Her best friend looked up innocently, still rummaging in her bottomless pit of a purse. “It’s just a muscle relaxer,” she claimed, sucking her teeth in that scolding don’t be a baby way as she pulled out a tiny container and popped the lid. “Open up!”
Dania swallowed a sip of water, keeping the glass near her lips so nothing could be shoved past them. “I didn’t agree to this.”
Her best friend had a penchant for trying whacky recreational drugs. Usually, it wasn’t Dania’s thing, but she doubted she could sleep without help. And she trusted Rita enough.

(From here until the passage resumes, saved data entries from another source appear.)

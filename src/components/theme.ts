/** The user's theme choice: follow the operating system, or a fixed light or dark theme. */
export type ThemeChoice = 'system' | 'light' | 'dark';

/** localStorage key of the theme choice; the inline head script reads the same key before paint. */
export const THEME_STORAGE_KEY = 'quadrille-theme';

/** Read the remembered choice; 'system' when none is stored or storage is unavailable. */
export function readThemeChoice(): ThemeChoice {
  try {
    const stored = window.localStorage.getItem(THEME_STORAGE_KEY);
    return stored === 'light' || stored === 'dark' ? stored : 'system';
  } catch {
    return 'system';
  }
}

/** Apply a choice to <html data-theme> and remember it; 'system' removes both. */
export function applyThemeChoice(choice: ThemeChoice): void {
  const root = document.documentElement;
  if (choice === 'system') delete root.dataset.theme;
  else root.dataset.theme = choice;
  try {
    if (choice === 'system') window.localStorage.removeItem(THEME_STORAGE_KEY);
    else window.localStorage.setItem(THEME_STORAGE_KEY, choice);
  } catch {
    // Private windows may refuse storage: the theme still applies for this page.
  }
}
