/**
 * Accounts and sessions as TanStack Query hooks over the one fetch function (apiJson): the admin's
 * accounts list is a query under `['accounts']`, creating or changing an account are mutations
 * that refresh it; signing in or out, the first setup and a password change are mutations.
 */
import { useMutation, useQuery, useQueryClient } from '@tanstack/react-query';
import type { PresentedAccount } from '@/lib/server/presenters/user';
import { apiJson } from '@/components/query/fetch';

const accountKeys = { all: ['accounts'] as const };

const accountUrl = (id: string) => `/api/admin/users/${encodeURIComponent(id)}`;

/** Every account (admins only); `initial` is the list the server rendered, used without a request. */
export function useAccounts(initial: PresentedAccount[]) {
  return useQuery({
    queryKey: accountKeys.all,
    queryFn: () => apiJson<{ users: PresentedAccount[] }>('GET', '/api/admin/users').then((answer) => answer.users),
    initialData: initial,
  });
}

/** What an admin gives a new account. */
export interface NewAccount {
  email: string;
  name: string;
  role: PresentedAccount['role'];
  password: string;
}

/** Creates an account; answers it as stored and refreshes the accounts list. */
export function useCreateAccount() {
  const client = useQueryClient();
  return useMutation({
    mutationFn: (account: NewAccount) => apiJson<{ user: PresentedAccount }>('POST', '/api/admin/users', account).then((answer) => answer.user),
    onSuccess: (created) => {
      client.setQueryData<PresentedAccount[]>(accountKeys.all, (list) => (list ? [...list.filter((a) => a.id !== created.id), created] : list));
      return client.invalidateQueries({ queryKey: accountKeys.all });
    },
  });
}

/** Changes an account's role or status; answers it as stored and refreshes the accounts list. */
export function useUpdateAccount() {
  const client = useQueryClient();
  return useMutation({
    mutationFn: ({ id, changes }: { id: string; changes: { role?: PresentedAccount['role']; disabled?: boolean } }) =>
      apiJson<{ user: PresentedAccount }>('PATCH', accountUrl(id), changes).then((answer) => answer.user),
    onSuccess: (updated) => {
      client.setQueryData<PresentedAccount[]>(accountKeys.all, (list) => list?.map((a) => (a.id === updated.id ? { ...a, ...updated } : a)));
      return client.invalidateQueries({ queryKey: accountKeys.all });
    },
  });
}

/** Signs in with e-mail and password. */
export function useSignIn() {
  return useMutation({ mutationFn: (body: { email: string; password: string }) => apiJson<{ user: unknown }>('POST', '/api/auth/sign-in', body) });
}

/** Ends the session. */
export function useSignOut() {
  return useMutation({ mutationFn: () => apiJson<null>('POST', '/api/auth/sign-out') });
}

/** Creates the first (admin) account of an installation and signs it in. */
export function useSetup() {
  return useMutation({ mutationFn: (body: { email: string; name: string; password: string }) => apiJson<unknown>('POST', '/api/setup', body) });
}

/** Changes the signed-in user's password. */
export function useChangePassword() {
  return useMutation({
    mutationFn: (body: { currentPassword: string; newPassword: string }) => apiJson<unknown>('POST', '/api/account/password', body),
  });
}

Rita cocked her head to the side, strands of her red fringe parting over her forehead as she blinked her blue eyes slowly, waiting patiently. Dania sighed and opened her mouth. Rita gently laid a thin, rectangular strip on her tongue and it quickly dissolved, tasting fruity.
“You’ll be feeling cozy in no time!” she chimed.

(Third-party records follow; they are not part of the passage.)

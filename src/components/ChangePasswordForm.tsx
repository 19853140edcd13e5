import { useEffect, useState, type SyntheticEvent } from 'react';
import { Field, FormMessage } from './forms/Field';
import { requestJson } from './forms/api';
import { buttonPrimary } from './ui';

// The server's rule for new passwords; checked here too so the message comes before a round trip.
const MIN_PASSWORD = 10;

type FieldName = 'currentPassword' | 'newPassword' | 'confirmPassword';

/** Change-password form: posts to /api/account/password and shows each error beside its field. */
export default function ChangePasswordForm() {
  const [values, setValues] = useState<Record<FieldName, string>>({ currentPassword: '', newPassword: '', confirmPassword: '' });
  const [errors, setErrors] = useState<Partial<Record<FieldName, string>>>({});
  const [formMessage, setFormMessage] = useState<{ tone: 'error' | 'ok'; text: string } | null>(null);
  const [busy, setBusy] = useState(false);
  const [ready, setReady] = useState(false);
  useEffect(() => setReady(true), []);

  const bind = (name: FieldName) => ({
    name,
    value: values[name],
    onChange: (e: { target: { value: string } }) => setValues((v) => ({ ...v, [name]: e.target.value })),
    error: errors[name],
  });

  async function submit(event: SyntheticEvent<HTMLFormElement>) {
    event.preventDefault();
    setFormMessage(null);
    const found: Partial<Record<FieldName, string>> = {};
    if (!values.currentPassword) found.currentPassword = 'Enter your current password.';
    if (!values.newPassword) found.newPassword = 'Enter a new password.';
    else if (values.newPassword.length < MIN_PASSWORD) found.newPassword = `Use at least ${MIN_PASSWORD} characters.`;
    else if (values.newPassword === values.currentPassword) found.newPassword = 'The new password is the same as the current one.';
    if (values.newPassword && values.confirmPassword !== values.newPassword) found.confirmPassword = 'This does not match the new password.';
    setErrors(found);
    if (Object.keys(found).length > 0) return;

    setBusy(true);
    const result = await requestJson('POST', '/api/account/password', {
      currentPassword: values.currentPassword,
      newPassword: values.newPassword,
    });
    setBusy(false);
    if (result.ok) {
      setValues({ currentPassword: '', newPassword: '', confirmPassword: '' });
      setFormMessage({ tone: 'ok', text: 'Password changed. Use the new password next time you sign in.' });
      return;
    }
    const { field, message } = result.error;
    if (field === 'currentPassword' || field === 'newPassword') setErrors({ [field]: message });
    else setFormMessage({ tone: 'error', text: message });
  }

  return (
    <form method="post" onSubmit={submit} noValidate className="max-w-md space-y-4" aria-label="Change password" data-ready={ready || undefined}>
      {formMessage && <FormMessage tone={formMessage.tone}>{formMessage.text}</FormMessage>}
      <Field label="Current password" type="password" autoComplete="current-password" {...bind('currentPassword')} />
      <Field label="New password" type="password" autoComplete="new-password" {...bind('newPassword')} />
      <Field label="Repeat the new password" type="password" autoComplete="new-password" {...bind('confirmPassword')} />
      <button type="submit" className={buttonPrimary} disabled={busy || !ready}>
        {busy ? 'Changing…' : 'Change password'}
      </button>
    </form>
  );
}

“Did your doctor prescribe these?”
Rita snorted, tossing the container back into her purse. “Got them from the kid in that tech shop across from the bar—”
“A kid?”
“Listen, relax,” she cooed, standing to tuck her in and set the water glass on her night stand. “Just lay back and let the strip do its job. Besides, don’t worry about the kid—he’s a genius. That nerd is going places.”

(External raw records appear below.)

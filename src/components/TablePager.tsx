import { buttonSmall } from './ui';

/** Paging bar under a server-paged table: "first–last of total", page size, previous and next. */
export function TablePager(props: {
  /** What is paged, for the landmark's label ("captures", "runs"). */
  noun: string;
  /** 1-based current page, page size and total rows as the list API answered them. */
  page: number;
  pageSize: number;
  total: number;
  pageSizes: readonly number[];
  onPageSize: (size: number) => void;
  canPrevious: boolean;
  canNext: boolean;
  onPrevious: () => void;
  onNext: () => void;
}) {
  const { page, pageSize, total } = props;
  const first = total === 0 ? 0 : (page - 1) * pageSize + 1;
  const last = Math.min(total, page * pageSize);
  const pageCount = Math.max(1, Math.ceil(total / pageSize));
  return (
    <nav aria-label={`Pages of ${props.noun}`} className="flex flex-wrap items-center justify-between gap-3 text-sm">
      <span className="text-muted">
        <span className="font-mono tabular-nums">{first}</span>–<span className="font-mono tabular-nums">{last}</span> of{' '}
        <span className="font-mono tabular-nums">{total}</span>
      </span>
      <div className="flex items-center gap-2">
        <label className="text-muted">
          Per page{' '}
          <select
            className="ml-1 rounded border border-muted/40 bg-surface px-2 py-1 text-sm text-ink"
            value={pageSize}
            onChange={(e) => props.onPageSize(Number(e.target.value))}
          >
            {props.pageSizes.map((n) => (
              <option key={n}>{n}</option>
            ))}
          </select>
        </label>
        <button type="button" className={buttonSmall} disabled={!props.canPrevious} onClick={props.onPrevious}>
          Previous
        </button>
        <span className="font-mono text-xs tabular-nums text-muted">
          {page} / {pageCount}
        </span>
        <button type="button" className={buttonSmall} disabled={!props.canNext} onClick={props.onNext}>
          Next
        </button>
      </div>
    </nav>
  );
}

Dania’s grunt came out as a huff, much less indignant than she meant it to sound, but she suddenly felt warm and carefree. She hummed as her limbs moved like liquid and she melted cozily into the plush bed.
“See? Feels good, huh?” Rita giggled, kissing Dania’s forehead and turning out the light. “I’ll be on the couch.”
Dania mumbled and nodded, snuggling into her pillow. As soon as her eyelids fluttered closed, the disarming smile of the tall, tailed, and dusky blue stranger flashed from her memory.